By Stephanie Dearing     Oct 14, 2010 in Health
Health Canada scientists have just concluded a four-year study of Bisphenol A, and their findings prompted the federal government to list Bisphenol A as a toxin. Bisphenol A is used to make polycarbonate plastic.
Canada's Environment Minister, Jim Prentice and Canada's Health Minister, Leona Aglukkaq announced Canada had added Bisphenol A to Schedule 1 of the Canadian Environmental Protection Act, 1999 on Wednesday in a press release. The orders listing the chemical as a toxin were also published in the government notification paper, the Canada Gazette.
In the announcement, Minister Aglukkaq said "The Government of Canada is a world leader in chemicals management. Our science indicated that Bisphenol A may be harmful to both human health and the environment and we were the first country to take bold action in the interest of Canadians.
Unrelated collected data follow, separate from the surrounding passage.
"""Survey power: how many sites it takes to detect each hypothesis, by simulation.

:func:`survey_power` draws many surveys of each size from a generating model (fitted to a
pilot survey, or stated), analyses each as ``gradients run`` would, and records the share that
detect each hypothesis at ``alpha`` (the power) and the share that detect it when its effect
is set to zero (the false detections). Below the pilot's size it also subsamples the pilot
itself without replacement, which needs no model.
"""

from __future__ import annotations

import numbers
from collections.abc import Mapping, Sequence
from dataclasses import dataclass, field
from types import SimpleNamespace
from typing import Any

import numpy as np
import pandas as pd

from .._errors import InputError, format_items
from .._result import ResultMixin
from .._validation import RNGLike, check_n_jobs, check_n_resamples, seed_sequence
from ._model import GeneratingModelResult, fit_generating_model
from ._simulate import TESTS, simulated_detections, subsample_detections

__all__ = ["MIN_SITES", "SurveyPowerResult", "survey_power"]

#: Fewest sites of a planned survey.
MIN_SITES = 5
#: Confidence level of the binomial intervals of power and false detection.
INTERVAL_LEVEL = 0.95
#: Interval of a share of surveys (statsmodels ``proportion_confint`` method): Wilson's score
#: interval, which keeps its coverage near the nominal level for shares near 0 or 1.
INTERVAL_METHOD = "wilson"

_SIM, _SUB, _BOOT, _FIT = 0, 1, 2, 3  # kinds of draw, in their seeds' spawn keys


def binomial_interval(count: int, total: int) -> tuple[float, float]:
    """Wilson score interval (95 %) of a share ``count / total`` (statsmodels)."""
    from statsmodels.stats.proportion import proportion_confint

    lo, hi = proportion_confint(count, total, alpha=1 - INTERVAL_LEVEL, method=INTERVAL_METHOD)
    share = count / total  # the interval holds the share (not only up to rounding)
    return min(float(lo), share), max(float(hi), share)


@dataclass(frozen=True)
class SurveyPowerResult(ResultMixin):
    """Power of each test to detect each hypothesis, by number of sites.

    Attributes
    ----------
    table : DataFrame
        One row per hypothesis, test, number of sites and method (``'simulation'`` from the
        generating model, ``'subsample'`` of the pilot without replacement): ``power`` with
        its 95 % Wilson interval ``power_low``, ``power_high``; ``false_detection`` (the share
        of surveys detecting the hypothesis when its effect was set to zero) with
        ``false_low``, ``false_high``; ``n_surveys``; with bootstrap resamples of the pilot,
        ``bootstrap_low`` and ``bootstrap_high`` (10th and 90th percentiles of power across
        the models refitted to them).
    smallest_n : DataFrame
        Per hypothesis and test, the smallest simulated number of sites whose power reaches
        ``target_power`` (NaN when none does).
    target_power, alpha : float
    n_surveys, n_resamples, n_bootstrap : int
    tests : tuple of str
    model : GeneratingModelResult
        The generating model (its ``.table`` holds the parameters).
    bootstrap : DataFrame or None
        Power per bootstrap model (``resample`` column).
    notes : list of str
    """

    table: pd.DataFrame
    target_power: float
    alpha: float
    n_surveys: int
    n_resamples: int
    n_bootstrap: int
    tests: tuple[str, ...]
    model: GeneratingModelResult = field(repr=False)
    bootstrap: pd.DataFrame | None = field(default=None, repr=False)
    notes: list[str] = field(default_factory=list)

    @property
    def smallest_n(self) -> pd.DataFrame:
        return self.sites_needed(self.target_power)

    def sites_needed(self, target: float | None = None) -> pd.DataFrame:
        """Smallest simulated number of sites with power at least ``target`` (default the
        result's ``target_power``), per hypothesis and test; NaN when no size reaches it."""
        target = self.target_power if target is None else _share(target, "target")
        sim = self.table[self.table["method"] == "simulation"]
        rows = []
        for (h, t), g in sim.groupby(["hypothesis", "test"], sort=False):
            ok = g.loc[g["power"] >= target, "n_sites"]
            rows.append({"hypothesis": h, "test": t,
                         "n_sites": float(ok.min()) if len(ok) else np.nan,
                         "largest_simulated": int(g["n_sites"].max()),
                         "power_at_largest": float(g.loc[g["n_sites"].idxmax(), "power"])})
        return pd.DataFrame(rows).set_index(["hypothesis", "test"])


def _share(value: object, name: str) -> float:
    if not isinstance(value, numbers.Real) or isinstance(value, bool) or not 0 < value < 1:
        raise InputError(f"`{name}` must be a number between 0 and 1; got {value!r}.")
    return float(value)


def _sizes(n_sites: object) -> tuple[int, ...]:
    values = [n_sites] if isinstance(n_sites, numbers.Integral) else n_sites
    if not isinstance(values, Sequence | np.ndarray) or isinstance(values, str) \
            or len(values) == 0:
        raise InputError(f"`n_sites` must be a list of site counts, e.g. (20, 40, 60); got "
                         f"{n_sites!r}.")
    out = []
    for v in values:
        if not isinstance(v, numbers.Integral) or isinstance(v, bool):
            raise InputError(f"`n_sites` must hold whole numbers; got {v!r}.")
        out.append(int(v))
    small = [v for v in out if v < MIN_SITES]
    if small:
        raise InputError(f"`n_sites` has site counts below {MIN_SITES} ({format_items(small)}): "
                         "a survey needs at least 5 sites for a permutation test to reach "
                         "p < 0.05. Plan larger surveys.")
    return tuple(sorted(set(out)))


def _check(tests: object, n_surveys: object, n_bootstrap: object) -> tuple[tuple[str, ...], int,
                                                                           int]:
    names = (tests,) if isinstance(tests, str) else tuple(tests)  # type: ignore[arg-type]
    bad = [t for t in names if t not in TESTS]
    if not names or bad:
        raise InputError(f"`tests` must name tests among {format_items(TESTS)}; got "
                         f"{format_items(bad) if bad else 'none'}.")
    if not isinstance(n_surveys, numbers.Integral) or isinstance(n_surveys, bool) \
            or n_surveys < 1:
        raise InputError(f"`n_surveys` must be a positive integer; got {n_surveys!r}.")
    if not isinstance(n_bootstrap, numbers.Integral) or isinstance(n_bootstrap, bool) \
            or n_bootstrap < 0:
        raise InputError(f"`n_bootstrap` must be zero or a positive integer; got "
                         f"{n_bootstrap!r}.")
    return tuple(dict.fromkeys(names)), int(n_surveys), int(n_bootstrap)


def _child(root: np.random.SeedSequence, *key: int) -> np.random.SeedSequence:
    """The seed of one survey: a fixed child of the root, whatever runs before or beside it."""
    return np.random.SeedSequence(root.entropy, spawn_key=(*root.spawn_key, *key))


def survey_power(
    pilot: Any,
    hypotheses: Mapping[str, object] | None = None,
    *,
    n_sites: Sequence[int] = (20, 40, 60, 80),
    n_surveys: int = 200,
    n_resamples: int = 199,
    alpha: float = 0.05,
    tests: Sequence[str] = ("partial_mantel",),
    target_power: float = 0.8,
    settings: Mapping[str, Any] | None = None,
    subsample: bool = True,
    n_bootstrap: int = 0,
    jitter: float = 0.1,
    rng: RNGLike = None,
    n_jobs: int | None = -1,
) -> SurveyPowerResult:
    """Power to detect each hypothesis with surveys of ``n_sites`` sites, by simulation.

    Parameters
    ----------
    pilot : Survey or GeneratingModelResult
        A pilot survey (a generating model is fitted to it with
        :func:`fit_generating_model`), or a model from :func:`assumed_model` (planning
        without a pilot) or from :func:`fit_generating_model`.
    hypotheses : mapping, optional
        Hypothesis name -> variables; required with a pilot survey (a model brings its own).
    n_sites : sequence of int, default (20, 40, 60, 80)
        Numbers of sites of the planned surveys (each at least 5).
    n_surveys : int, default 200
        Surveys simulated per number of sites.
    n_resamples : int, default 199
        Permutations of each test in each survey.
    alpha : float, default 0.05
        Level at which a test detects a hypothesis.
    tests : sequence of str, default ('partial_mantel',)
        Tests to plan for: 'partial_mantel' (each hypothesis given the others, the covariables
        and space), 'mantel' (each hypothesis alone), 'vectors' (a hypothesis is detected when
        any of its variables, fitted onto the ordination, is significant after the Holm
        adjustment).
    target_power : float, default 0.8
        Power the smallest number of sites is sought for.
    settings : mapping, optional
        ``"section.key"`` project settings for analysing the surveys (with a pilot survey).
    subsample : bool, default True
        Below the pilot's size, also subsample the pilot without replacement.
    n_bootstrap : int, default 0
        Refit the model to this many bootstrap resamples of the pilot and simulate from each
        (``n_surveys`` surveys per size each), to show how uncertain the power is because the
        model was fitted to a pilot.
    jitter : float, default 0.1
        Jitter of resampled pilot sites (see :func:`fit_generating_model`).
    rng : int, numpy.random.Generator or None
        When `rng` is None, a new `numpy.random.Generator` is created using entropy from the
        operating system. Survey ``i`` of size ``n`` draws from its own child of one
        :class:`~numpy.random.SeedSequence`, so the table does not depend on ``n_jobs``.
    n_jobs : int or None, default -1
        Workers of each permutation test, as in :func:`gradients.permutation.permutation_test`
        (-1: up to all cores by the engine's size rule, which keeps the short tests of a
        simulated survey on one worker).

    Returns
    -------
    SurveyPowerResult

    Notes
    -----
    Each simulated survey is analysed with the report's own steps and test functions
    (:mod:`gradients.report.steps`), with the project's controls, ``n_resamples`` permutations
    and no spatially constrained null. Each test stops early, by the sequential rule of Besag &
    Clifford [1]_, once ``floor(alpha * n_resamples) + 1`` permuted statistics are at least as
    extreme as the observed one: its p-value can then no longer reach ``alpha``, so stopping
    saves time without changing any detection. Each survey has a twin with the same sites whose
    counts are drawn with every hypothesis' effect set to zero: the share of twins in which a
    hypothesis is detected is its false detection rate, which should be near ``alpha``. Shares
    carry 95 % Wilson score intervals [2]_ (statsmodels ``proportion_confint``). Power is that
    of the generating model: it is only as good as the model fitted to the pilot.

    References
    ----------
    .. [1] Besag, J. & Clifford, P. (1991). Sequential Monte Carlo p-values. Biometrika 78:
       301-304.
    .. [2] Wilson, E. B. (1927). Probable inference, the law of succession, and statistical
       inference. Journal of the American Statistical Association 22: 209-212.

    Examples
    --------
    >>> import gradients
    >>> model = gradients.assumed_model({"copper": 2.0}, n_taxa=10)
    >>> res = gradients.survey_power(model, n_sites=(10,), n_surveys=4, n_resamples=19,
    ...                              tests=("mantel",), rng=1)
    >>> res.table[["hypothesis", "n_sites", "n_surveys"]].to_dict("records")
    [{'hypothesis': 'copper', 'n_sites': 10, 'n_surveys': 4}]
    """
    from ..permutation import current_reporter, report_progress

    sizes = _sizes(n_sites)
    tests_, n_surveys, n_bootstrap = _check(tests, n_surveys, n_bootstrap)
    n_resamples = check_n_resamples(n_resamples)
    alpha = _share(alpha, "alpha")
    target_power = _share(target_power, "target_power")
    n_jobs = check_n_jobs(n_jobs)
    if isinstance(pilot, GeneratingModelResult):
        if hypotheses is not None and dict(hypotheses) != dict(pilot.hypotheses):
            raise InputError("A generating model brings its own hypotheses; leave "
                             "`hypotheses` out (or refit the model with them).")
        model, survey = pilot, None
        if n_bootstrap:
            raise InputError("`n_bootstrap` resamples a pilot survey; pass the pilot itself, "
                             "not a model.")
    else:
        if hypotheses is None:
            raise InputError("`hypotheses` is required with a pilot survey: name -> variables.")
        root = seed_sequence(rng)
        model = fit_generating_model(pilot, hypotheses, settings=settings, jitter=jitter,
                                     rng=np.random.default_rng(_child(root, _FIT)))
        survey = pilot
    root = seed_sequence(rng) if survey is None else root
    sub_sizes = [n for n in sizes if survey is not None and subsample and n < model.n_pilot]
    total = len(sizes) * n_surveys * (1 + n_bootstrap) + len(sub_sizes) * n_surveys
    reporter = current_reporter()
    done = 0

    def tick() -> None:
        nonlocal done
        done += 1
        if reporter is not None:
            reporter("simulating surveys", done, total)

    kw = {"tests": tests_, "alpha": alpha, "n_resamples": n_resamples, "n_jobs": n_jobs}
    rows = []
    with report_progress(None):  # the surveys' own tests are too short to report
        for n in sizes:
            hits, nulls = [], []
            for i in range(n_surveys):
                found, twin = simulated_detections(model, n, _child(root, _SIM, n, i), **kw)
                hits.append(found)
                nulls.append(twin)
                tick()
            rows += _rows(model, tests_, n, "simulation", hits, nulls)
        for n in sub_sizes:
            hits = []
            for i in range(n_surveys):
                hits.append(subsample_detections(model, survey, n, _child(root, _SUB, n, i),
                                                 **kw))
                tick()
            rows += _rows(model, tests_, n, "subsample", hits, None)
        boot = _bootstrap(survey, model, hypotheses, settings, jitter, sizes, n_surveys,
                          n_bootstrap, root, kw, tick) if n_bootstrap else None
    table = pd.DataFrame(rows)
    if boot is not None:
        spread = (boot.groupby(["hypothesis", "test", "n_sites"])["power"]
                  .quantile([0.1, 0.9]).unstack())
        spread.columns = ["bootstrap_low", "bootstrap_high"]
        table = table.merge(spread.reset_index(), on=["hypothesis", "test", "n_sites"],
                            how="left")
        table.loc[table["method"] != "simulation", ["bootstrap_low", "bootstrap_high"]] = np.nan
    notes = list(model.notes) + _notes(model, alpha, n_resamples, sub_sizes, n_bootstrap)
    return SurveyPowerResult(table=table, target_power=target_power, alpha=alpha,
                             n_surveys=n_surveys, n_resamples=n_resamples,
                             n_bootstrap=n_bootstrap, tests=tests_, model=model,
                             bootstrap=boot, notes=notes)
Today's action strengthens our efforts to protect Canadians."
According to the order published in the Canada Gazette, listing the chemical as a toxin allows the government to develop "... regulations, guidelines or codes of practice to protect the environment and human health. These instruments can be developed for any aspect of the substance’s life cycle from the research and development stage through manufacture, use, storage, transport and ultimate disposal or recycling. A Proposed Risk Management Approach document, which provides an indication of where the Government will focus its risk management activities, has been prepared for bisphenol A and is available on the Chemical Substances Web site."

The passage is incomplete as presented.